◆ **Directions for this task**
In the records below, some lines contain the word "millimetres". Copy each of them.

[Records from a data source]
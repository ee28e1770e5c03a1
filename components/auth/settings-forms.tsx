"use client";

import { useState } from "react";
import { useRouter } from "next/navigation";

export type OpenSession = { id: string; created_at: string; last_seen_at: string; ip: string | null; user_agent: string | null; current: boolean };

export type SettingsFormsProps = {
  user: { name: string; unit_pref: "mm" | "in"; muted_mail: string[] };
  sessions: OpenSession[];
  mailKinds: { kind: string; label: string }[];
  passwordMin: number;
};

type Answer = { ok: boolean; message: string; fieldErrors?: Record<string, string[]> } | null;

async function send(url: string, method: string, body?: unknown, onSignedOut?: () => void): Promise<NonNullable<Answer>> {
  try {
    const res = await fetch(url, { method, headers: body ? { "content-type": "application/json" } : undefined, body: body ? JSON.stringify(body) : undefined });
    const json = await res.json().catch(() => null);
    if (res.status === 401) {
      onSignedOut?.();
      return { ok: false, message: "Your session has ended; sign in again." };
    }
    if (!res.ok) return { ok: false, message: json?.error?.message ?? `The server answered ${res.status}.`, fieldErrors: json?.error?.fieldErrors };
    return { ok: true, message: json?.message ?? "Saved." };
  } catch {
    return { ok: false, message: "The server did not answer; nothing was saved." };
  }
}

const card = "rounded-card border border-soot-200 bg-white p-5 shadow-card";
const inputCls = "mt-1 block w-full rounded-md border border-soot-200 px-3 py-2 text-sm focus:border-clay-500 focus:outline-none";
const primary = "rounded-md bg-clay-600 px-3.5 py-2 text-sm font-semibold text-white hover:bg-clay-700 disabled:opacity-60";

function AnswerLine({ answer }: { answer: Answer }) {
  if (!answer) return null;
  return (
    <p role={answer.ok ? "status" : "alert"} className={`text-sm ${answer.ok ? "text-verdigris-700" : "text-oxide-700"}`}>
      {answer.message}
    </p>
  );
}

const FieldError = ({ errors, name }: { errors?: Record<string, string[]>; name: string }) =>
  errors?.[name]?.[0] ? <span className="mt-1 block text-xs text-oxide-700">{errors[name][0]}</span> : null;

export function SettingsForms({ user, sessions, mailKinds, passwordMin }: SettingsFormsProps) {
  const router = useRouter();
  const [profileAnswer, setProfileAnswer] = useState<Answer>(null);
  const [mailAnswer, setMailAnswer] = useState<Answer>(null);
  const [pwAnswer, setPwAnswer] = useState<Answer>(null);
  const [sessionsAnswer, setSessionsAnswer] = useState<Answer>(null);
  const [busy, setBusy] = useState<string | null>(null);
  const signedOut = () => router.push(`/sign-in?next=${encodeURIComponent("/settings")}`);

  async function saveProfile(e: React.FormEvent<HTMLFormElement>) {
    e.preventDefault();
    const f = new FormData(e.currentTarget);
    setBusy("profile");
    const a = await send("/api/me", "PATCH", { name: f.get("name"), unit_pref: f.get("unit_pref") }, signedOut);
    setProfileAnswer(a.ok ? { ok: true, message: "Name and units saved." } : a);
    setBusy(null);
    if (a.ok) router.refresh();
  }

  async function saveMail(e: React.FormEvent<HTMLFormElement>) {
    e.preventDefault();
    const f = new FormData(e.currentTarget);
    const wanted = new Set(f.getAll("receive").map(String));
    setBusy("mail");
    const a = await send("/api/me", "PATCH", { muted_mail: mailKinds.map((m) => m.kind).filter((k) => !wanted.has(k)) }, signedOut);
    setMailAnswer(a.ok ? { ok: true, message: "E-mail choices saved." } : a);
    setBusy(null);
    if (a.ok) router.refresh();
  }

  async function changePassword(e: React.FormEvent<HTMLFormElement>) {
    e.preventDefault();
    const form = e.currentTarget;
    const f = new FormData(form);
    setBusy("password");
    const a = await send("/api/me/password", "POST", { current_password: f.get("current_password"), new_password: f.get("new_password"), confirm: f.get("confirm") }, signedOut);
    setPwAnswer(a);
    setBusy(null);
    if (a.ok) form.reset();
  }

  async function signOutElsewhere() {
    setBusy("sessions");
    setSessionsAnswer(await send("/api/me/sessions", "DELETE", undefined, signedOut));
    setBusy(null);
    router.refresh();
  }

  return (
    <div className="grid max-w-4xl items-start gap-5 lg:grid-cols-2">
      <form onSubmit={saveProfile} className={`${card} space-y-4`} aria-label="Name and units" noValidate>
        <h2 className="font-display text-lg font-semibold">Name and units</h2>
        <label className="block text-sm font-medium text-soot-700">
          Name
          <input name="name" defaultValue={user.name} required className={inputCls} autoComplete="name" />
          <FieldError errors={profileAnswer?.fieldErrors} name="name" />
        </label>
        <fieldset className="text-sm text-soot-700">
          <legend className="font-medium">Lengths are shown in</legend>
          <div className="mt-1.5 flex gap-5">
            <label className="flex items-center gap-2">
              <input type="radio" name="unit_pref" value="mm" defaultChecked={user.unit_pref === "mm"} /> millimetres (mm)
            </label>
            <label className="flex items-center gap-2">
              <input type="radio" name="unit_pref" value="in" defaultChecked={user.unit_pref === "in"} /> inches (in)
            </label>
          </div>
          <p className="mt-1 text-xs text-soot-500">Hearth stores every length in millimetres; this only changes what you see and type.</p>
        </fieldset>
        <div className="flex items-center gap-3">
          <button type="submit" className={primary} disabled={busy === "profile"}>
            {busy === "profile" ? "Saving…" : "Save"}
          </button>
          <AnswerLine answer={profileAnswer} />
        </div>
      </form>

      <form onSubmit={saveMail} className={`${card} space-y-3`} aria-label="E-mail" noValidate>
        <h2 className="font-display text-lg font-semibold">E-mail I receive</h2>
        <p className="text-xs text-soot-500">Sent to the roles the work concerns; untick what you do not want. Invitations and reset links always arrive.</p>
        <div className="space-y-1.5">
          {mailKinds.map((m) => (
            <label key={m.kind} className="flex items-center gap-2 text-sm text-soot-700">
              <input type="checkbox" name="receive" value={m.kind} defaultChecked={!user.muted_mail.includes(m.kind)} />
              {m.label}
            </label>
          ))}
        </div>
        <div className="flex items-center gap-3">
          <button type="submit" className={primary} disabled={busy === "mail"}>
            {busy === "mail" ? "Saving…" : "Save e-mail choices"}
          </button>
          <AnswerLine answer={mailAnswer} />
        </div>
      </form>

      <form onSubmit={changePassword} className={`${card} space-y-4`} aria-label="Password" noValidate>
        <h2 className="font-display text-lg font-semibold">Password</h2>
        <label className="block text-sm font-medium text-soot-700">
          Current password
          <input name="current_password" type="password" autoComplete="current-password" required className={inputCls} />
          <FieldError errors={pwAnswer?.fieldErrors} name="current_password" />
        </label>
        <label className="block text-sm font-medium text-soot-700">
          New password
          <input name="new_password" type="password" autoComplete="new-password" minLength={passwordMin} required className={inputCls} />
          <span className="mt-1 block text-xs text-soot-500">At least {passwordMin} characters; a few unrelated words work well.</span>
          <FieldError errors={pwAnswer?.fieldErrors} name="new_password" />
        </label>
        <label className="block text-sm font-medium text-soot-700">
          New password again
          <input name="confirm" type="password" autoComplete="new-password" required className={inputCls} />
          <FieldError errors={pwAnswer?.fieldErrors} name="confirm" />
        </label>
        <div className="flex items-center gap-3">
          <button type="submit" className={primary} disabled={busy === "password"}>
            {busy === "password" ? "Changing…" : "Change password"}
          </button>
          <AnswerLine answer={pwAnswer} />
        </div>
        <p className="text-xs text-soot-500">Changing it signs you out everywhere else.</p>
      </form>

      <section className={`${card} space-y-3`} aria-label="Sessions">
        <h2 className="font-display text-lg font-semibold">Sessions</h2>
        <p className="text-sm text-soot-600">Left Hearth open on a shared terminal? End every session except this one.</p>
        <ul className="divide-y divide-soot-100 text-sm" data-testid="open-sessions">
          {sessions.map((s) => (
            <li key={s.id} className="py-2">
              <div className="font-medium text-soot-800 [overflow-wrap:anywhere]">
                {s.user_agent ? s.user_agent.slice(0, 80) : "Unknown browser"}
                {s.current ? <span className="ml-2 rounded bg-verdigris-100 px-1.5 py-0.5 text-xs text-verdigris-700">this browser</span> : null}
              </div>
              <div className="text-xs text-soot-500">
                {s.ip ?? "address unknown"} · signed in {new Date(s.created_at).toLocaleString()} · last active {new Date(s.last_seen_at).toLocaleString()}
              </div>
            </li>
          ))}
        </ul>
        <div className="flex items-center gap-3">
          <button type="button" onClick={signOutElsewhere} disabled={busy === "sessions"} className="rounded-md border border-soot-200 px-3.5 py-2 text-sm font-semibold text-soot-700 hover:bg-soot-50 disabled:opacity-60">
            {busy === "sessions" ? "Signing out…" : "Sign out other sessions"}
          </button>
          <AnswerLine answer={sessionsAnswer} />
        </div>
      </section>
    </div>
  );
}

◆ **Output for this task**
              <input type="radio" name="unit_pref" value="mm" defaultChecked={user.unit_pref === "mm"} /> millimetres (mm)
          <p className="mt-1 text-xs text-soot-500">Hearth stores every length in millimetres; this only changes what you see and type.</p>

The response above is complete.